EXERCISE GOAL> Output exactly the first line of the listing and each line after it, through the line that contains "by the fixture"; add nothing else.

── INFORMATION SUPPLIED

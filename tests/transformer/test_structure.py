"""The transformer structure (heads, key/value heads, experts) against the models' own semantics.

Ground truth: ``fixtures/transformers_heads/*/expected_heads.json``, measured by the fixture
writer on the ``transformers`` model objects themselves (perturbing each run of rows and seeing
which heads' attention probabilities or which output-projection input blocks move), and
``expected_experts.json`` from the MoE modules' own parameters. The GGUF copies were written with
the ``gguf`` package's writer and are read back through steelyard's loader.
"""

from __future__ import annotations

import json
from itertools import pairwise
from pathlib import Path
from typing import Any

import numpy as np
import pytest
from safetensors.numpy import save_file

from steelyard import tiled_copy
from steelyard.loaders import load
from steelyard.transformer.model import AttentionBlock

HEADS = Path(__file__).resolve().parents[2] / "fixtures" / "transformers_heads"
MODELS = ("moe_decoder", "gpt2", "bert")


def _expected(model: str) -> dict[str, Any]:
    return json.loads((HEADS / model / "expected_heads.json").read_text())  # type: ignore[no-any-return]


def _spans(block: AttentionBlock) -> list[dict[str, Any]]:
    return [
        {"head": h.index, "q": [h.q.start, h.q.stop], "k": [h.k.start, h.k.stop],
         "v": [h.v.start, h.v.stop], "o": [h.o.start, h.o.stop]}
        for h in block.heads
    ]


@pytest.mark.parametrize("model", MODELS)
@pytest.mark.parametrize("variant", ["clean", "planted"])
def test_heads_match_the_model_objects(model: str, variant: str) -> None:
    checkpoint = load(HEADS / model / variant)
    structure = checkpoint.transformer
    assert structure is not None and structure.source == "config.json"
    expected = _expected(model)
    assert [b.name for b in structure.attention] == list(expected)
    for block in structure.attention:
        truth = expected[block.name]
        assert len(block.heads) == truth["heads"]
        assert block.kv_heads == truth["kv_heads"]
        assert block.head_dim == truth["head_dim"]
        assert _spans(block) == truth["map"]


def test_family_and_fused_layout() -> None:
    # Families from the model type (common practice, no source); GPT-2's c_attn is q|k|v
    # (transformers GPT2Attention splits it with .split(split_size, dim=2)).
    assert load(HEADS / "gpt2" / "clean").transformer.family == "decoder"  # type: ignore[union-attr]
    assert load(HEADS / "bert" / "clean").transformer.family == "encoder"  # type: ignore[union-attr]
    gpt2 = load(HEADS / "gpt2" / "clean").transformer
    assert gpt2 is not None and all(b.fused == "q|k|v" for b in gpt2.attention)
    assert gpt2.tied_embeddings is True  # GPT-2 ties lm_head to wte (config tie_word_embeddings)
    moe = load(HEADS / "moe_decoder" / "clean").transformer
    assert moe is not None and moe.tied_embeddings is False
    assert "model.norm.weight" in moe.norm_gains


def test_gguf_heads_and_experts_from_metadata() -> None:
    # The GGUF copy holds the same weights under llama.cpp names; its query/key rows were
    # reordered within each head for the rotary layout (convert_hf_to_gguf LlamaModel.permute),
    # which leaves head membership unchanged.
    structure = load(HEADS / "moe_decoder" / "planted.gguf").transformer
    assert structure is not None and structure.source == "GGUF metadata"
    expected = _expected("moe_decoder")
    for block, truth in zip(structure.attention, expected.values(), strict=True):
        assert block.kv_heads == truth["kv_heads"] and block.head_dim == truth["head_dim"]
        assert _spans(block) == truth["map"]
    experts = json.loads((HEADS / "moe_decoder" / "expected_experts.json").read_text())
    assert [len(b.experts) for b in structure.experts] == [e["experts"] for e in experts.values()]
    assert [b.router for b in structure.experts] == ["blk.0.ffn_gate_inp", "blk.1.ffn_gate_inp"]
    assert {p.role for p in structure.experts[0].experts[0].parts} == {"gate", "up", "down"}


def test_stacked_experts_match_the_moe_modules() -> None:
    structure = load(HEADS / "moe_decoder" / "clean").transformer
    assert structure is not None
    expected = json.loads((HEADS / "moe_decoder" / "expected_experts.json").read_text())
    assert [b.name for b in structure.experts] == list(expected)
    for block in structure.experts:
        truth = expected[block.name]
        assert len(block.experts) == truth["experts"] and block.router == truth["router"]
        assert block.top_k == truth["top_k"]
        for expert in block.experts:
            # One layer per expert slice of each stack (loaders/stacked_experts.py).
            assert {p.tensor for p in expert.parts} == set(truth["stacks"])
            assert {p.layer for p in expert.parts} == {
                f"{block.name}.experts.{expert.index}.{t.rsplit('.', 1)[1]}" for t in truth["stacks"]
            }
    checkpoint = load(HEADS / "moe_decoder" / "clean")
    layer = checkpoint.layer("model.layers.1.mlp.experts.2.gate_up_proj")
    stack = checkpoint.tensors["model.layers.1.mlp.experts.gate_up_proj"]
    assert layer is not None and (layer.units, layer.fan_in) == tuple(stack.shape[1:])
    assert np.array_equal(layer.matrix(), stack.read_float32()[2])
    assert layer.orient is not None and np.array_equal(layer.orient(stack.read_float32()), stack.read_float32()[2])


def legacy_experts(source: Path, target: Path) -> Path:
    """The MoE decoder in the per-expert layout transformers' save_pretrained writes for
    Mixtral (``block_sparse_moe.experts.<e>.w1/w3/w2``; w1 is the gate, w3 the up projection,
    the first and second halves of gate_up_proj)."""
    import ml_dtypes  # noqa: F401
    from safetensors.numpy import load_file

    state = load_file(str(source / "model.safetensors"))
    out: dict[str, np.ndarray] = {}
    for name, value in state.items():
        value = np.asarray(value, dtype=np.float32)
        if ".mlp.experts." in name:
            block = name.split(".mlp.")[0] + ".block_sparse_moe.experts"
            inner = value.shape[1] // 2
            for e in range(value.shape[0]):
                if name.endswith("gate_up_proj"):
                    out[f"{block}.{e}.w1.weight"] = np.ascontiguousarray(value[e, :inner])
                    out[f"{block}.{e}.w3.weight"] = np.ascontiguousarray(value[e, inner:])
                else:
                    out[f"{block}.{e}.w2.weight"] = np.ascontiguousarray(value[e])
        else:
            out[name.replace(".mlp.gate.", ".block_sparse_moe.gate.")] = value
    target.mkdir(parents=True, exist_ok=True)
    save_file(out, str(target / "model.safetensors"))
    (target / "config.json").write_text((source / "config.json").read_text())
    return target


def test_per_expert_modules_are_recognised(tmp_path: Path) -> None:
    folder = legacy_experts(HEADS / "moe_decoder" / "planted", tmp_path / "legacy")
    structure = load(folder).transformer
    assert structure is not None
    assert [b.name for b in structure.experts] == ["model.layers.0.block_sparse_moe", "model.layers.1.block_sparse_moe"]
    block = structure.experts[0]
    assert block.router == "model.layers.0.block_sparse_moe.gate"
    assert [sorted(p.role for p in e.parts) for e in block.experts] == [["down", "gate", "up"]] * 4
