impl Source<'_> {
    fn truncated(&self, want: usize, got: u64) -> IoError {
        IoError::corrupt(
            self.path,
            format!(
                "truncated: expected {want} bytes of voxel data after offset {}, file has {got}",
                self.offset
            ),
        )
    }

    fn read_into(&self, out: &mut [u8], progress: &Progress<'_>) -> Result<(), IoError> {
        if self.gz {
            self.read_gz(out, progress)
        } else {
            self.read_plain(out, progress)
        }
    }

    fn read_plain(&self, out: &mut [u8], progress: &Progress<'_>) -> Result<(), IoError> {
        let f = File::open(self.path).map_err(|e| IoError::os(self.path, e))?;
        let total = out.len() as u64;
        let want = out.len();
        let done = AtomicU64::new(0);
        out.par_chunks_mut(PREAD_CHUNK_BYTES)
            .enumerate()
            .try_for_each(|(i, chunk)| {
                if progress.is_cancelled() {
                    return Err(IoError::Cancelled {
                        path: self.path.to_owned(),
                    });
                }
                let pos = self.offset + (i * PREAD_CHUNK_BYTES) as u64;
                f.read_exact_at(chunk, pos).map_err(|e| {
                    if e.kind() == ErrorKind::UnexpectedEof {
                        let len = f.metadata().map_or(0, |m| m.len());
                        self.truncated(want, len.saturating_sub(self.offset))
                    } else {
                        IoError::os(self.path, e)
                    }
                })?;
                let d = done.fetch_add(chunk.len() as u64, Ordering::Relaxed) + chunk.len() as u64;
                if progress.report(d, total) {
                    Ok(())
                } else {
                    Err(IoError::Cancelled {
                        path: self.path.to_owned(),
                    })
                }
            })
    }

    fn read_gz(&self, out: &mut [u8], progress: &Progress<'_>) -> Result<(), IoError> {
        let mut dec = gz_reader(self.path)?;
        let skipped = std::io::copy(&mut (&mut dec).take(self.offset), &mut std::io::sink())
            .map_err(|e| gz_error(self.path, e))?;
        if skipped < self.offset {
            return Err(IoError::corrupt(
                self.path,
                format!(
                    "vox_offset {} is beyond the end of the decompressed file ({skipped} bytes)",
                    self.offset
                ),
            ));
        }
        let total = out.len() as u64;
        let want = out.len();
        // Inflating is serial, but the first touch of fresh memory costs about as much again
        // (the kernel zeroes every page); a helper thread faults the pages in ahead, chunk by
        // chunk, and hands each chunk over once it is mapped, so the two costs overlap on two
        // cores instead of adding up on one.
        let (ready, chunks) = std::sync::mpsc::sync_channel::<&mut [u8]>(GZ_CHUNKS_AHEAD);
        std::thread::scope(|scope| {
            scope.spawn(move || {
                for chunk in out.chunks_mut(GZ_CHUNK_BYTES) {
                    touch_pages(chunk);
                    if ready.send(chunk).is_err() {
                        break; // the inflater stopped (error or cancel)
                    }
                }
            });
            let mut done = 0u64;
            for chunk in chunks {
                let n = read_full(&mut dec, chunk).map_err(|e| gz_error(self.path, e))?;
                done += n as u64;
                if n < chunk.len() {
                    return Err(self.truncated(want, done));
                }
                if !progress.report(done, total) {
                    return Err(IoError::Cancelled {
                        path: self.path.to_owned(),
                    });
                }
            }
            Ok(())
        })?;
        if self.check_gz_tail {
            std::io::copy(&mut dec, &mut std::io::sink()).map_err(|e| gz_error(self.path, e))?;
        }
        Ok(())
    }
}

/// Writes one byte of every 4 KiB page (common practice: the smallest page size on the
/// platforms Sutura runs on), so the kernel maps the pages now. The buffer is zeroed already,
/// and stays so.
fn touch_pages(chunk: &mut [u8]) {
    for b in chunk.iter_mut().step_by(4096) {
        *b = 0;
    }
}
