/// How to decode one page: where its chunks are and what was done to them.
#[derive(Clone, Debug)]
pub(super) struct ChunkPlan {
    pub codec: Codec,
    pub predictor: Predictor,
    pub big_endian: bool,
    /// `FillOrder` 2: bits of each byte stored lowest first (uncompressed data only).
    pub reverse_bits: bool,
    pub tiled: bool,
    /// Chunk width and height in pixels (strips: the page width and `RowsPerStrip`).
    pub chunk_width: usize,
    pub chunk_height: usize,
    /// `(file offset, byte count)` of every chunk, in the file's order (row by row of tiles).
    pub chunks: Vec<(u64, u64)>,
}

impl ChunkPlan {
    fn kind(&self) -> &'static str {
        if self.tiled { "tile" } else { "strip" }
    }
}

/// Per-worker buffers and decoders, reused from page to page.
#[derive(Default)]
pub(super) struct Scratch {
    /// Compressed bytes of one chunk.
    input: Vec<u8>,
    /// One decoded tile.
    tile: Vec<u8>,
    /// One row, for the floating-point predictor's byte shuffle.
    row: Vec<u8>,
    lzw: Option<weezl::decode::Decoder>,
    zlib: Option<Decompress>,
    deflate: Option<libdeflater::Decompressor>,
}

/// The plan for the decoder's current page, or `None` when the crate should decode it.
/// `compression`, `predictor` and `photometric` are the page's tag values, already read.
pub(super) fn plan(
    dec: &mut FileDecoder,
    path: &Path,
    shape: Shape,
    compression: u16,
    predictor: u16,
    photometric: u16,
) -> Result<Option<ChunkPlan>, IoError> {
    // TIFF tag registry: 1 none, 5 LZW, 8 Adobe Deflate, 32946 Deflate (PKZIP-style code)
    let codec = match compression {
        1 => Codec::None,
        5 => Codec::Lzw,
        8 | 32946 => Codec::Deflate,
        _ => return Ok(None),
    };
    let predictor = match (predictor, shape.dtype) {
        (1, _) => Predictor::None,
        (2, _) => Predictor::Horizontal,
        (3, DType::F32) => Predictor::Float,
        (3, dtype) => {
            return Err(IoError::unsupported(
                path,
                format!("floating-point predictor (3) on {dtype} samples"),
            ));
        }
        (p, _) => {
            return Err(IoError::unsupported(
                path,
                format!(
                    "predictor {p}; TIFF defines 1 (none), 2 (horizontal) and 3 (floating point)"
                ),
            ));
        }
    };
    // TIFF 6.0 PhotometricInterpretation 1: black is zero. White-is-zero pages are inverted by
    // the crate's decoder, so they go there.
    if photometric != 1 {
        return Ok(None);
    }
    let reverse_bits = super::page::first_u16(dec, path, Tag::FillOrder, 1)? == 2;
    if reverse_bits && codec != Codec::None {
        return Err(IoError::unsupported(
            path,
            "fill order 2 (bit-reversed bytes) with compression",
        ));
    }
    let tiled = dec.get_chunk_type() == ChunkType::Tile;
    let (offsets_tag, counts_tag) = if tiled {
        (Tag::TileOffsets, Tag::TileByteCounts)
    } else {
        (Tag::StripOffsets, Tag::StripByteCounts)
    };
    let offsets: Option<Vec<u64>> = catch(path, || dec.find_tag_unsigned_vec(offsets_tag))?;
    let counts: Option<Vec<u64>> = catch(path, || dec.find_tag_unsigned_vec(counts_tag))?;
    let (Some(offsets), Some(counts)) = (offsets, counts) else {
        return Ok(None);
    };
    let (width, height) = (shape.width as usize, shape.height as usize);
    let (chunk_width, chunk_height) = if tiled {
        let (w, h) = dec.chunk_dimensions();
        (w as usize, h as usize)
    } else {
        let rows: Option<u32> = catch(path, || dec.find_tag_unsigned(Tag::RowsPerStrip))?;
        // TIFF 6.0: RowsPerStrip defaults to 2^32 - 1, i.e. one strip for the page
        (
            width,
            rows.unwrap_or(u32::MAX).clamp(1, shape.height) as usize,
        )
    };
    if chunk_width == 0 || chunk_height == 0 {
        return Ok(None);
    }
    let chunk_bytes = chunk_width
        .checked_mul(chunk_height)
        .and_then(|n| n.checked_mul(shape.dtype.size_bytes()));
    if tiled && chunk_bytes.is_none_or(|b| b > MAX_TILE_BYTES) {
        return Ok(None);
    }
    let n_chunks = width.div_ceil(chunk_width) * height.div_ceil(chunk_height);
    if offsets.len() < n_chunks || counts.len() < n_chunks {
        return Ok(None);
    }
    let file_len = dec
        .inner()
        .get_ref()
        .metadata()
        .map_err(|e| IoError::os(path, e))?
        .len();
    if let Some((i, &o)) = offsets[..n_chunks]
        .iter()
        .enumerate()
        .find(|&(_, &o)| o > file_len)
    {
        let kind = if tiled { "tile" } else { "strip" };
        return Err(IoError::corrupt(
            path,
            format!(
                "{kind} {i} starts at offset {o}, beyond the end of the file ({file_len} bytes)"
            ),
        ));
    }
    Ok(Some(ChunkPlan {
        codec,
        predictor,
        big_endian: matches!(dec.byte_order(), tiff::tags::ByteOrder::BigEndian),
        reverse_bits,
        tiled,
        chunk_width,
        chunk_height,
        chunks: offsets.into_iter().zip(counts).take(n_chunks).collect(),
    }))
}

────

TASK OUTPUT>
filename tests/transformer/test_structure.py
"""The transformer structure (heads, key/value heads, experts) against the models' own semantics.

Ground truth: ``fixtures/transformers_heads/*/expected_heads.json``, measured by the fixture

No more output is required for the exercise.